■ TASK DETAILS ■
In the records below, the line with "filename src/store/recorded_blocks.hpp" opens the range and the line with "#include <cstddef>" closes it; print that range exactly and nothing else.

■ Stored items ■
###

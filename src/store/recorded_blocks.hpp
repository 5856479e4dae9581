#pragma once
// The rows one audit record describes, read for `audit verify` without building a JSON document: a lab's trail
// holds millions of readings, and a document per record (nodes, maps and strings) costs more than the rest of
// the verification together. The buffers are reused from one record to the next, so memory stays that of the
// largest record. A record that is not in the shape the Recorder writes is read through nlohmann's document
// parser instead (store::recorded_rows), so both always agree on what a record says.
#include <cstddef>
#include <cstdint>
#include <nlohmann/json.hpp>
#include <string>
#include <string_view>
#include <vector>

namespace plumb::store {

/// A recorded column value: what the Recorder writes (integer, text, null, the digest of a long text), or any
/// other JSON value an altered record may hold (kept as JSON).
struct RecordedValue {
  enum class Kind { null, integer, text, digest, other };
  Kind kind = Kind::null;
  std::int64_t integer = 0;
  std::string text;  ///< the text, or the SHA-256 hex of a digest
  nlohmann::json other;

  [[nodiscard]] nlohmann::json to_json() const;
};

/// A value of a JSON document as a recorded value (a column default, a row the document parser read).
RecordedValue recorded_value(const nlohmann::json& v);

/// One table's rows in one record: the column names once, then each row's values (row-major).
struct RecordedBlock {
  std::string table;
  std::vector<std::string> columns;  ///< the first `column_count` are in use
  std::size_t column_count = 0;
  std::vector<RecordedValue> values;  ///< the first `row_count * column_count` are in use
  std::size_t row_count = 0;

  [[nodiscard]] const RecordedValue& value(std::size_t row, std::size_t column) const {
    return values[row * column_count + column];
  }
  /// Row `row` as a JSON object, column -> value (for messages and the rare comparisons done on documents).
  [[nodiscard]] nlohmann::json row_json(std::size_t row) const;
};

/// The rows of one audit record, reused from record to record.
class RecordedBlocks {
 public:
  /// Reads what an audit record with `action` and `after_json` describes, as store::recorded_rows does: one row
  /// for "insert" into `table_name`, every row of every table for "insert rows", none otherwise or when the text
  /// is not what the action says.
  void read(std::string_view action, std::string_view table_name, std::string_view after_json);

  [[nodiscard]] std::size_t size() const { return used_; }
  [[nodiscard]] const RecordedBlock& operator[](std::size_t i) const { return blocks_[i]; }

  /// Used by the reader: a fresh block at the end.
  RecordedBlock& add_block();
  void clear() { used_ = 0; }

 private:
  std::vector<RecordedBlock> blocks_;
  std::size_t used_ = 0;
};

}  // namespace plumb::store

###

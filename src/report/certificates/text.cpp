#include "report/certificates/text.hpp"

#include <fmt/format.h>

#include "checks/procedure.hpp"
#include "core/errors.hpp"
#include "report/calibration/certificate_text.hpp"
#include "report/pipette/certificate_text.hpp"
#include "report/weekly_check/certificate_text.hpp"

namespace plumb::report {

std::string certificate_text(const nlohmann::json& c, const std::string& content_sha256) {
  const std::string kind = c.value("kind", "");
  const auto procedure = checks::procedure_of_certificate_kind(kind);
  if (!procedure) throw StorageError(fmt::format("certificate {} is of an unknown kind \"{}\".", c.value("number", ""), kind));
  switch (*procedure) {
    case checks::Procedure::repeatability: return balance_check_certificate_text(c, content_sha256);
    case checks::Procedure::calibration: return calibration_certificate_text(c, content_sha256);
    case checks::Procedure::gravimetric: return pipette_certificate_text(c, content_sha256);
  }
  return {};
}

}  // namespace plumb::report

###

■ SOLUTION TO THE PROBLEM ■
filename src/store/recorded_blocks.hpp
repository 5856479e4dae9581
#pragma once
// The rows one audit record describes, read for `audit verify` without building a JSON document: a lab's trail
// holds millions of readings, and a document per record (nodes, maps and strings) costs more than the rest of
// the verification together. The buffers are reused from one record to the next, so memory stays that of the
// largest record. A record that is not in the shape the Recorder writes is read through nlohmann's document
// parser instead (store::recorded_rows), so both always agree on what a record says.
#include <cstddef>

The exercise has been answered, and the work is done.